Hallo zusammen. Ich wollte mich mal wieder zurückmelden.

Dank dem Forum hier kann ich endlich wieder ruhig schlafen. 
Fertig. 
Heute kamen noch die Decals. Jetzt kann das nächste Radel kommen.
Es ist aber schon ein schmaler Grat ist zwischen Passion und Wahnsinn 

Die Farbe ist schlussendlich doch eine andere geworden. Meine erste Wahl hätte wohl nur eloxiert gut ausgesehen, und da hab ich in der Nähe niemanden gefunden der mir das entsprechend umsetzen kann. Mit der jetzt gepulverten Farbkombi bin ich so aber sehr zufrieden. 
Die Waage bleibt bei 3050g stehen - sie dicken Griffe haben mir bei den anvisierten 3kg dann doch einen Strich durch die Rechnung gemacht. 
Die Umbauliste ist lang , falls jemand interesse an Details hat - gerne per PM. 

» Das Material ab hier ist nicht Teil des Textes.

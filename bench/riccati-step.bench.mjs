// Honesty of a Riccati step's own error estimate (radial's riccatiStep.ts),
// step by step: what a massless leg charges to the single-solve estimate is
// RICCATI_ERROR_FACTOR × the step's truncation estimate + its rounding
// estimate (hybridLeg.ts). For each mode the +s solution is started from the
// horizon series and carried out along the leg's ladder (x → 4x); on every
// rung where a Riccati step is worth trying and succeeds, the same start state
// is carried by the integrator at tol 1e-13 and 1e-14 (the references). The
// error is measured in √(|R|² + |R'/k|²), k the local wavenumber (as the
// two WKB amplitudes carry it, without blowing up at the nodes of a standing
// wave), after the best common phase rotation (a common phase of the state
// does not reach Γ). A step counts as resolved where the two references agree
// to 0.3 of its difference from them, and a Riccati step at a 1e4 times
// tighter tolerance agrees with them as well; that tight step alone is also
// a reference (convergence of the step itself), wherever it succeeds. Printed: resolved steps, how many have
// true error above the bare truncation estimate and above the charge, and the
// worst ratios. Modes: the tail grid (lib.mjs tailGrid) and 150 random modes
// (s ∈ {0, 1/2, 1, 2}, l < s + 40, any m, a ∈ {0, 0.7, 0.99, 0.9999},
// 0.05 ≤ Mω ≤ 30 log-uniform), at leg tolerances 1e-9 and 1e-11.
// Run: npx tsc -b && node bench/riccati-step.bench.mjs
import { kerrHole } from '@penumbra/kerr';
import {
  RICCATI_ERROR_FACTOR,
  integrateLeg,
  phaseRate,
  radialEquation,
  riccatiEquation,
  riccatiStep,
  riccatiWorthIt,
  startAtHorizon,
  validateProblem,
} from '@penumbra/radial/internal';
import { radialSeparationConstant, spheroidalEigenvalue } from '@penumbra/spheroidal';
import { fmt, seededRandom, tailGrid } from './lib.mjs';

const modes = tailGrid().map((p) => [p.mode.field.spin, p.mode.l, p.mode.m, p.hole.a, p.omega]);
const rand = seededRandom(7);
for (let i = 0; i < 150; i++) {
  const s = [0, 0.5, 1, 2][Math.floor(rand() * 4)];
  const l = s + Math.floor(rand() * 40);
  const m = -l + Math.floor(rand() * (2 * l + 1));
  modes.push([s, l, m, [0, 0.7, 0.99, 0.9999][Math.floor(rand() * 4)], 0.05 * 600 ** rand()]);
}

/**
 * The difference of state y (times f) from ref in the norm √(|R|² + |R'/k|²),
 * k the local wavenumber (no blow-up at the nodes of a standing wave), after
 * the best common phase rotation (phase-blind), relative to |ref|.
 */
function phaseBlind(y, f, ref, k) {
  const u = [f * y[0], f * y[1], (f * y[2]) / k, (f * y[3]) / k];
  const v = [ref[0], ref[1], ref[2] / k, ref[3] / k];
  // rotation e^{iθ} maximising Re⟨v, e^{iθ}u⟩
  let re = 0,
    im = 0;
  for (const j of [0, 2]) {
    re += v[j] * u[j] + v[j + 1] * u[j + 1];
    im += v[j + 1] * u[j] - v[j] * u[j + 1];
  }
  const n = Math.hypot(re, im) || 1;
  const c = re / n,
    s = im / n;
  let d2 = 0,
    r2 = 0;
  for (const j of [0, 2]) {
    const ur = c * u[j] - s * u[j + 1],
      ui = s * u[j] + c * u[j + 1];
    d2 += (ur - v[j]) ** 2 + (ui - v[j + 1]) ** 2;
    r2 += v[j] ** 2 + v[j + 1] ** 2;
  }
  return Math.sqrt(d2 / r2);
}

function stepsOf(spin, l, m, a, omega, tol, out) {
  const hole = kerrHole({ a });
  const A = spheroidalEigenvalue({ s: spin, l, m, c: a * omega }).A;
  const mode = validateProblem({ hole, s: spin, m, omega, lambda: radialSeparationConstant(A, a, omega, m) });
  const equation = radialEquation(hole, mode, hole.rPlus);
  const e = riccatiEquation(equation, hole.rPlus);
  const start = startAtHorizon(hole, mode, equation);
  let y = new Float64Array([start.R[0], start.R[1], start.dR[0], start.dR[1]]);
  const xEnd = Math.min(2000, Math.max(50, (4 * (l + 1)) / omega));
  const leg = (x0, x1, state, legTol) => {
    const seg = integrateLeg({
      hole,
      mode,
      equation,
      y: state,
      from: hole.rPlus + x0,
      fromOffset: x0,
      to: hole.rPlus + x1,
      stops: [],
      tol: legTol,
      integrator: 'gbs',
      maxSteps: 1e6,
      variable: 'R',
      counter: { evaluations: 0 },
      method: 'bench',
    });
    return seg.logScale;
  };
  const scale = new Float64Array(1);
  for (let x = start.x0; x < xEnd; x *= 4) {
    const x1 = Math.min(4 * x, xEnd);
    const fine = Float64Array.from(y);
    const fineScale = leg(x, x1, fine, 1e-14);
    if (riccatiWorthIt(e, x, x1)) {
      const k = phaseRate(e, x1) / x1;
      const ric = Float64Array.from(y);
      const step = riccatiStep(e, x, x1, ric, tol, scale);
      if (step.ok) {
        const ricScale = scale[0];
        const coarse = Float64Array.from(y);
        const coarseScale = leg(x, x1, coarse, 1e-13);
        const diff = phaseBlind(ric, Math.exp(ricScale - fineScale), fine, k);
        const spread = phaseBlind(coarse, Math.exp(coarseScale - fineScale), fine, k);
        // the same rung by a Riccati step at a 1e4 times tighter tolerance: a second, converged reference
        const tight = Float64Array.from(y);
        const tightStep = riccatiStep(e, x, x1, tight, Math.max(tol * 1e-4, 1e-15), scale);
        const tightApart = tightStep.ok ? phaseBlind(tight, Math.exp(scale[0] - fineScale), fine, k) : Number.POSITIVE_INFINITY;
        const selfDiff = tightStep.ok ? phaseBlind(ric, Math.exp(ricScale - scale[0]), tight, k) : Number.NaN;
        out.push({
          selfDiff,
          tightApart,
          mode: [spin, l, m, a, omega],
          x,
          diff,
          spread,
          bare: step.error * tol,
          charge: (RICCATI_ERROR_FACTOR * step.error + step.rounding) * tol,
        });
      }
    }
    // carry on from the finest reference, rescaled to a moderate size
    const n = Math.hypot(fine[0], fine[1]) || 1;
    y = fine.map((v) => v / n);
  }
}

for (const tol of [1e-9, 1e-11]) {
  const rows = [];
  let failed = 0;
  for (const [s, l, m, a, w] of modes) {
    try {
      stepsOf(s, l, m, a, w, tol, rows);
    } catch {
      failed++;
    }
  }
  // resolved: the two integrator references, and the tight Riccati step, agree to 0.3 of the difference
  const resolved = rows.filter((r) => r.spread < 0.3 * r.diff && r.tightApart < 0.3 * r.diff);
  const self = rows.filter((r) => Number.isFinite(r.selfDiff));
  const selfWorst = (key) => self.reduce((w, r) => Math.max(w, r.selfDiff / r[key]), 0);
  const overBare = resolved.filter((r) => r.diff > r.bare);
  const overCharge = resolved.filter((r) => r.diff > r.charge);
  const worst = (key) => resolved.reduce((w, r) => Math.max(w, r.diff / r[key]), 0);
  console.log(
    `leg tol ${tol}: ${rows.length} Riccati steps on ${modes.length - failed} modes (${failed} not started); resolved against the references ${resolved.length}; ` +
      `true error above the bare truncation estimate ${overBare.length} (worst ×${fmt(worst('bare'))}), above the charge ${overCharge.length} (worst true/charge ${fmt(worst('charge'))})`,
  );
  console.log(
    `  against the tight Riccati step alone (${self.length} steps): above the bare truncation estimate ${self.filter((r) => r.selfDiff > r.bare).length} (worst ×${fmt(selfWorst('bare'))}), above the charge ${self.filter((r) => r.selfDiff > r.charge).length} (worst ${fmt(selfWorst('charge'))})`,
  );
  for (const r of [...self].sort((p, q) => q.selfDiff / q.charge - p.selfDiff / p.charge).slice(0, 3)) {
    console.log(
      `    against the tight step, true/charge ${fmt(r.selfDiff / r.charge)}: s=${r.mode[0]} l=${r.mode[1]} m=${r.mode[2]} a=${r.mode[3]} Mω=${fmt(r.mode[4], 3)} rung x ${fmt(r.x, 3)}→×4: true ${fmt(r.selfDiff)}, bare ${fmt(r.bare)}, charge ${fmt(r.charge)}`,
    );
  }
  for (const r of [...resolved].sort((p, q) => q.diff / q.charge - p.diff / p.charge).slice(0, 4)) {
    console.log(
      `    true/charge ${fmt(r.diff / r.charge)}: s=${r.mode[0]} l=${r.mode[1]} m=${r.mode[2]} a=${r.mode[3]} Mω=${fmt(r.mode[4], 3)} rung x ${fmt(r.x, 3)}→×4: true ${fmt(r.diff)} (references ${fmt(r.spread)} apart), bare ${fmt(r.bare)}, charge ${fmt(r.charge)}`,
    );
  }
}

Danke an alle für die Inspirationen...


----------



## zr0wrk (10. August 2016)

knoflok schrieb:


> Es ist aber schon ein schmaler Grat ist zwischen Passion und Wahnsinn


Der Steuersatz ist schon dekadent. Den Lenker würde ich aber noch cleanen.


----------



## gtbiker (15. August 2016)

Der Steuersatz ist nicht dekadent sondern billig


----------



## zr0wrk (15. August 2016)

Ach so? Den letzten CK, den ich hatte, habe ich für mehr als 100,- EUR verkauft. Hatte auch kurz überlegt, den an den Early Rider zu basteln, aber da fand sich dann doch was kindgerechteres (und leichteres).


----------



## Tobstar23 (15. August 2016)

Vielleicht ist der Steuersatz kein Original?!


----------



## zr0wrk (15. August 2016)

Tobstar23 schrieb:


> Vielleicht ist der Steuersatz kein Original?!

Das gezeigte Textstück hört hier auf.